◆ **Exercise directions**: Starting with the line that contains "own error types." and stopping after the line that contains "reason : str", return each line below exactly as written, with no others.

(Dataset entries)
════

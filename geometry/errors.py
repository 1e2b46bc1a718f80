"""The project's own error types.

Everything the numerical core or a reader raises on bad input is a
:class:`BattenError`, so callers (the command line, the window) can catch one
type and show its message without a traceback.
"""

from __future__ import annotations


class BattenError(Exception):
    """Base of every error Batten raises on purpose."""


class SurfaceError(BattenError, ValueError):
    """A surface definition is not a valid NURBS surface (knots, poles, weights)."""


class ReadError(BattenError):
    """A model file cannot be read, or only partly.

    Parameters
    ----------
    path : str
        The file, as the user named it.
    reason : str
        What is wrong, in words a user understands.
    """

    def __init__(self, path: str, reason: str):
        self.path = str(path)
        self.reason = reason
        super().__init__(f"{self.path}: {reason}")


class WriteError(BattenError):
    """An output file could not be written; the previous file is kept and nothing partial is left."""
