def stripe_view(pictures: _Pictures) -> Figure:
    """Reflection lines seen from the oblique view, with the window's stripe settings."""
    view = pictures.views[0]
    pictures.show(Mode.REFLECTION, view)
    stripes = pictures.session.display.stripes
    caption = (
        f"Reflection lines as the window draws them: light lines along {stripes.direction}, {stripes.count} per "
        f"180° of reflected-ray angle, light share {stripes.width:g}; {view.words} (model axes). Lines should run "
        "smooth and unbroken across seams; a break or kink shows a tangent or curvature defect."
    )
    return pictures.take("stripes", caption)


def comb_view(pictures: _Pictures) -> Figure | None:
    """Curvature combs of every section curve, as the window draws them."""
    if not pictures.sections[0]:
        return None
    view = pictures.views[0]
    pictures.show(Mode.SHADED, view, sections=True)
    caption = (
        "Curvature combs of the check's sections, drawn as in the window: teeth on the convex side (away from the "
        "centre of curvature), length proportional to |k|, with their envelope; pink dots: inflections, where the "
        f"comb changes side; blue dots: curvature extrema; {view.words} (model axes)."
    )
    if _straight(pictures.session.sections, flat_level(pictures.review)):
        caption += f" Every section is straight (|k| below {_flat_words(pictures.review)}): the combs have no teeth."
    return pictures.take("combs", caption)


def draft_view(pictures: _Pictures, model: Model) -> Figure | None:
    """The check's draft, undercut and cutter reach in the window's draft view; None without a pull."""
    tooling = pictures.review.tooling
    if not tooling or tooling.get("pull") is None:
        return None
    # the check's own analysis again (same grids, same limits): the picture shows what the tables say
    analysis = analyse_tooling(model, tooling["pull"], tooling["draft_min_deg"], tooling["cutter_radius_mm"])
    pictures.session.show_tooling(analysis)
    view = pictures.views[0]
    pictures.show(Mode.DRAFT, view)
    limit, span = draft_span(analysis)
    pull = ", ".join(f"{c:.3g}" for c in tooling["pull"])
    caption = (
        f"Draft against the pull ({pull}) (green arrow) as the window shows it, degrees, from -{span:g} to {span:g}: "
        f"blue faces leave along +pull, green along -pull; pale to red: below the {limit:g} degree limit. Black "
        f"lines: zero draft (where a parting line can run). Overlays: undercut ({UNDERCUT_NAME}), out of the "
        f"cutter's reach ({OUT_OF_REACH_NAME}); {view.words} (model axes)."
    )
    return pictures.take("draft", caption, numbered=True, optional=True)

════

◆ **Exercise solution**:
"""The project's own error types.

Everything the numerical core or a reader raises on bad input is a
:class:`BattenError`, so callers (the command line, the window) can catch one
type and show its message without a traceback.
"""

from __future__ import annotations


class BattenError(Exception):
    """Base of every error Batten raises on purpose."""


class SurfaceError(BattenError, ValueError):
    """A surface definition is not a valid NURBS surface (knots, poles, weights)."""


class ReadError(BattenError):
    """A model file cannot be read, or only partly.

    Parameters
    ----------
    path : str
        The file, as the user named it.
    reason : str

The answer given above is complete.